To have a suitable quality, or to meet some required purpose (to be fit for some required purpose) is not “necessarily good”, nor “adapted toward future environmental uncertainties” and isn’t implied to.

You’re making shirt up.

Good for you, I wish you the best of luck in trying to change the established vernacular in a field of scientific study.



\bar{w} = \text{mean of relatative growth rates}

That’s not the pop gen definition, as Lewontin notes, fitness is defined on the reproductive schedules themselves.

Equivocation abounds, and it never gets cleaned up.

That’s why Dawkins would call a nothing burger “biology’s central theorem”.

If you’re going to be quoting people, please give a specific reference, we have historical precedent for not taking your quotations at face value.


Frist the Royal Society Web page:

Ronald Fisher | The Royal Society

He therefore could be said to have provided researchers in biology and medicine with their most important research tools, as well as with the modern version of biology’s central theorem.

This sound hauntingly like Dawkins here:

Evolutionary Zoologist, University of Oxford.
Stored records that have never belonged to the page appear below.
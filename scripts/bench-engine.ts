// Benchmark of the interpolation engine (not a test): `npm run bench:engine`.
// Points per second through interpolateGridMany for linear, newton [3,3] and pchip on a 40×12 grid and
// 10^6 random interior points; SciPy's RegularGridInterpolator (linear, cubic, pchip) on the same grid and
// points in the same run; the ratios against the targets of issue 3; the single-point cost against the
// batch cost. Each figure is the best of several runs, measured both by wall clock and by the CPU time of
// the process (the machines are shared, so wall-clock figures pick up other people's work); SciPy is run
// before and after our runs and its best is kept. The grid is invented (a smooth synthetic surface on
// uneven axes), not measured data.
import { spawnSync } from "node:child_process";
import { mkdtempSync, rmSync, writeFileSync } from "node:fs";
import { tmpdir } from "node:os";
import { dirname, join } from "node:path";
import { fileURLToPath } from "node:url";
import {
  interpolateGrid,
  interpolateGridMany,
} from "../app/core/interpolation/index";
import type {
  BatchResult,
  Grid,
  Options,
} from "../app/core/interpolation/index";
import { seededRandom } from "../app/core/interpolation/grids.test-helpers";

const POINTS = 1_000_000;
const PCHIP_SCIPY_POINTS = 10_000;
const SINGLE_POINTS = 200_000;

function unevenAxis(
  n: number,
  start: number,
  span: number,
  random: () => number,
): number[] {
  const gaps = Array.from({ length: n - 1 }, () => 0.5 + random());
  const total = gaps.reduce((a, b) => a + b, 0);
  const out = [start];
  for (const g of gaps) out.push(out[out.length - 1]! + (g / total) * span);
  return out;
}

const random = seededRandom(20250601);
const pressures = unevenAxis(40, 500, 5500, random);
const temperatures = unevenAxis(12, 60, 240, random);
const surface = (p: number, t: number): number =>
  1.02 +
  0.31 * (1 - Math.exp(-p / 2300)) * (1 + 0.0021 * (t - 150)) +
  0.012 * Math.sin(t / 37 + p / 1900);
const grid: Grid = {
  pressures,
  temperatures,
  values: pressures.map((p) => temperatures.map((t) => surface(p, t))),
};

const ps = new Float64Array(POINTS);
const ts = new Float64Array(POINTS);
for (let i = 0; i < POINTS; i++) {
  ps[i] = pressures[0]! + random() * (pressures[39]! - pressures[0]!);
  ts[i] = temperatures[0]! + random() * (temperatures[11]! - temperatures[0]!);
}
const points = { pressures: ps, temperatures: ts };

type Rate = { wall: number; cpu: number };

/** Best seconds over `runs` runs, by wall clock and by CPU time of this process. */
function best(runs: number, fn: () => void): Rate {
  let wall = Infinity;
  let cpu = Infinity;
  for (let r = 0; r < runs; r++) {
    const w0 = process.hrtime.bigint();
    const c0 = process.cpuUsage();
    fn();
    const c = process.cpuUsage(c0);
    wall = Math.min(wall, Number(process.hrtime.bigint() - w0) / 1e9);
    cpu = Math.min(cpu, (c.user + c.system) / 1e6);
  }
  return { wall, cpu: Math.max(cpu, 1e-6) };
}

const perSecond = (count: number, s: Rate): Rate => ({
  wall: count / s.wall,
  cpu: count / s.cpu,
});

const methods: { label: string; options: Options }[] = [
  { label: "linear", options: { method: "linear" } },
  { label: "newton [3,3]", options: { method: "newton", degree: [3, 3] } },
  { label: "pchip", options: { method: "pchip" } },
];

// ---------------------------------------------------------------- SciPy half (run before and after ours)

type SciPy = {
  scipy: string;
  linear: Rate;
  cubic: Rate;
  pchip: Rate;
  maxDiffLinear: number;
  maxDiffPchip: number;
};
const here = dirname(fileURLToPath(import.meta.url));
const helper = join(
  here,
  "..",
  "reference-data",
  "interpolation",
  "bench-scipy.py",
);
const probe = spawnSync("python3", ["-c", "import scipy, numpy"], {
  encoding: "utf8",
});
const haveSciPy = !probe.error && probe.status === 0;
const dir = mkdtempSync(join(tmpdir(), "isopleth-bench-"));
const bin = (name: string, data: ArrayLike<number>): void =>
  writeFileSync(join(dir, name), Buffer.from(Float64Array.from(data).buffer));
const sciPyRuns: SciPy[] = [];
function runSciPy(): void {
  const run = spawnSync("python3", [helper, dir, String(PCHIP_SCIPY_POINTS)], {
    encoding: "utf8",
    maxBuffer: 1 << 20,
  });
  if (run.status !== 0) throw new Error(`SciPy half failed:\n${run.stderr}`);
  sciPyRuns.push(JSON.parse(run.stdout) as SciPy);
}

// ---------------------------------------------------------------- our half

const ours = new Map<
  string,
  { reused: Rate; fresh: Rate; single: Rate; batch: BatchResult }
>();
const faster = (a: Rate, b: Rate | undefined): Rate =>
  b ? { wall: Math.max(a.wall, b.wall), cpu: Math.max(a.cpu, b.cpu) } : a;
function runOurs(): void {
  const warm = {
    pressures: ps.subarray(0, 100_000),
    temperatures: ts.subarray(0, 100_000),
  };
  // single points first, before the large batches leave garbage behind for the collector
  const singles = methods.map(({ options }) => {
    for (let i = 0; i < 20_000; i++)
      interpolateGrid(grid, { pressure: ps[i]!, temperature: ts[i]! }, options); // warm-up
    return perSecond(
      SINGLE_POINTS,
      best(5, () => {
        let sum = 0;
        for (let i = 0; i < SINGLE_POINTS; i++)
          sum += interpolateGrid(
            grid,
            { pressure: ps[i]!, temperature: ts[i]! },
            options,
          ).value;
        if (!Number.isFinite(sum)) throw new Error("non-finite result");
      }),
    );
  });
  // batches into the same output arrays (warm-up on a slice first)
  const batches = methods.map(({ options }) => {
    interpolateGridMany(grid, warm, options);
    let batch = interpolateGridMany(grid, points, options);
    const reused = perSecond(
      POINTS,
      best(
        5,
        () => void (batch = interpolateGridMany(grid, points, options, batch)),
      ),
    );
    return { reused, batch };
  });
  // batches into new arrays each time
  const fresh = methods.map(({ options }) =>
    perSecond(
      POINTS,
      best(2, () => void interpolateGridMany(grid, points, options)),
    ),
  );
  methods.forEach(({ label }, i) => {
    const prev = ours.get(label);
    ours.set(label, {
      reused: faster(batches[i]!.reused, prev?.reused),
      fresh: faster(fresh[i]!, prev?.fresh),
      single: faster(singles[i]!, prev?.single),
      batch: batches[i]!.batch,
    });
  });
}

try {
  if (haveSciPy) {
    bin("pressures.bin", pressures);
    bin("temperatures.bin", temperatures);
    bin("values.bin", grid.values.flat() as number[]);
    bin("points-p.bin", ps);
    bin("points-t.bin", ts);
  }
  runOurs();
  if (haveSciPy) {
    bin(
      "ours-linear.bin",
      ours.get("linear")!.batch.values.subarray(0, 100_000),
    );
    bin(
      "ours-pchip.bin",
      ours.get("pchip")!.batch.values.subarray(0, PCHIP_SCIPY_POINTS),
    );
    runSciPy();
  }
  runOurs();
  if (haveSciPy) runSciPy();
} finally {
  rmSync(dir, { recursive: true, force: true });
}

// For information only (no target): the general evaluator, used when a table has bubble points or
// missing cells, on the same grid with invented bubble points and on the same grid with 3% of cells empty.
const GENERAL_POINTS = 100_000;
const withBubbles: Grid = {
  ...grid,
  bubblePoints: temperatures.map((t) => 2000 + 8 * (t - 60)),
};
const withHoles: Grid = {
  ...grid,
  values: grid.values.map((row, i) =>
    row.map((v, j) =>
      (i * 7 + j * 13) % 33 === 5 && i > 0 && i < 39 ? null : v,
    ),
  ),
};
const general = [
  ["bubble points", withBubbles],
  ["3% cells empty", withHoles],
].map(([label, g]) => {
  const sub = {
    pressures: ps.subarray(0, GENERAL_POINTS),
    temperatures: ts.subarray(0, GENERAL_POINTS),
  };
  const options: Options = {
    method: "newton",
    degree: [3, 3],
    extrapolate: true,
  };
  let out = interpolateGridMany(g as Grid, sub, options);
  return {
    label: label as string,
    rate: perSecond(
      GENERAL_POINTS,
      best(
        3,
        () => void (out = interpolateGridMany(g as Grid, sub, options, out)),
      ),
    ),
  };
});

// ---------------------------------------------------------------- report

const fmt = (x: number): string =>
  x >= 1e6
    ? `${(x / 1e6).toFixed(2)} M`
    : x >= 1e3
      ? `${(x / 1e3).toFixed(1)} k`
      : x.toFixed(0);
const pair = (r: Rate): string =>
  `${fmt(r.wall).padStart(8)} ${fmt(r.cpu).padStart(8)}`;
const verdict = (ok: boolean): string => (ok ? "PASS" : "FAIL");
let allPass = true;

console.log(
  `Interpolation engine benchmark: ${pressures.length}×${temperatures.length} grid, ${POINTS.toLocaleString("en")} random interior points`,
);
console.log(
  `Node ${process.version}. Points per second, best of several runs: wall clock / CPU time.\n`,
);
console.log(
  "interpolateGridMany (typed arrays)     output reused        new output arrays",
);
for (const [label, o] of ours)
  console.log(`  ${label.padEnd(34)} ${pair(o.reused)}    ${pair(o.fresh)}`);

console.log("\nGeneral evaluator, newton [3,3] (information, no target):");
for (const g of general) console.log(`  ${g.label.padEnd(34)} ${pair(g.rate)}`);

console.log(
  "\nSingle-point interpolateGrid vs batch (output reused), cost per point (target: within 3×):",
);
for (const [label, o] of ours) {
  const wall = o.reused.wall / o.single.wall;
  const cpu = o.reused.cpu / o.single.cpu;
  const ok = cpu <= 3;
  allPass &&= ok;
  console.log(
    `  ${label.padEnd(13)} ${(1e9 / o.single.cpu).toFixed(0).padStart(5)} ns vs ${(1e9 / o.reused.cpu).toFixed(0).padStart(4)} ns (CPU) = ${cpu.toFixed(2)}×   wall clock ${wall.toFixed(2)}×   ${verdict(ok)}`,
  );
}

if (!haveSciPy) {
  console.log(
    "\nSciPy half skipped: python3 with scipy and numpy is not available on this machine.",
  );
} else {
  const bestOf = (key: "linear" | "cubic" | "pchip"): Rate => ({
    wall: Math.max(...sciPyRuns.map((s) => s[key].wall)),
    cpu: Math.max(...sciPyRuns.map((s) => s[key].cpu)),
  });
  const s = {
    linear: bestOf("linear"),
    cubic: bestOf("cubic"),
    pchip: bestOf("pchip"),
  };
  console.log(
    `\nSciPy ${sciPyRuns[0]!.scipy} RegularGridInterpolator, same grid and points, same run (best of two sessions):`,
  );
  console.log(`  linear        ${pair(s.linear)}`);
  console.log(`  cubic         ${pair(s.cubic)}`);
  console.log(
    `  pchip         ${pair(s.pchip)}   (${PCHIP_SCIPY_POINTS.toLocaleString("en")} points)`,
  );
  const rows: [string, Rate, Rate, Rate, number][] = [
    [
      "linear / SciPy linear",
      ours.get("linear")!.reused,
      ours.get("linear")!.fresh,
      s.linear,
      2,
    ],
    [
      "newton [3,3] / SciPy cubic",
      ours.get("newton [3,3]")!.reused,
      ours.get("newton [3,3]")!.fresh,
      s.cubic,
      2,
    ],
    [
      "pchip / SciPy pchip",
      ours.get("pchip")!.reused,
      ours.get("pchip")!.fresh,
      s.pchip,
      100,
    ],
  ];
  console.log(
    "\nRatios (targets from issue 3)          output reused: CPU  wall     new output arrays: CPU  wall",
  );
  for (const [label, reused, fresh, sci, target] of rows) {
    const r = (a: Rate): string =>
      `${(a.cpu / sci.cpu).toFixed(1).padStart(7)}× ${(a.wall / sci.wall).toFixed(1).padStart(6)}×`;
    const ok = reused.cpu / sci.cpu >= target;
    allPass &&= ok;
    console.log(
      `  ${label.padEnd(27)} ≥ ${String(target).padStart(3)}×   ${r(reused)}             ${r(fresh)}   ${verdict(ok)}`,
    );
  }
  const diffs = sciPyRuns[0]!;
  console.log(
    `\nSame numbers: largest difference from SciPy, linear ${diffs.maxDiffLinear.toExponential(1)} (100,000 points), pchip ${diffs.maxDiffPchip.toExponential(1)} (${PCHIP_SCIPY_POINTS.toLocaleString("en")} points).`,
  );
}
console.log(
  `\n${allPass ? "All targets met" : "Some targets were NOT met"} (judged on CPU time with output arrays reused; all figures shown above).`,
);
Author, The Blind Watchmaker; The Greatest Show on Earth

I’ve listened to Armand Leroi’s talk: beautifully delivered (apart from his infuriating use of the historic present), but his nomination of Aristotle is obviously just contrarian for the sake of it. He is simply bending over backwards to contrive a way of answering the question with a name other than Darwin. And that’s a hopeless cause! I prefer to answer the question straight, making no attempt to be contrarian or ‘interesting’. Darwin, of course, is the greatest biologist ever.

Who is the greatest biologist since Darwin? That’s far less obvious, and no doubt many good candidates will be put forward. My own nominee would be Ronald Fisher. Not only was he the most original and constructive of the architects of the neo-Darwinian synthesis. Fisher also was the father of modern statistics and experimental design. He therefore could be said to have provided researchers in biology and medicine with their most important research tools, as well as with the modern version of biology’s central theorem.

And Fisher himself it was a Fundamental Theorem, like the 2nd law of Thermodynamics! Who is anyone to dispute such an esteemed, honorable, Christian (albeit a neo-Darwinist).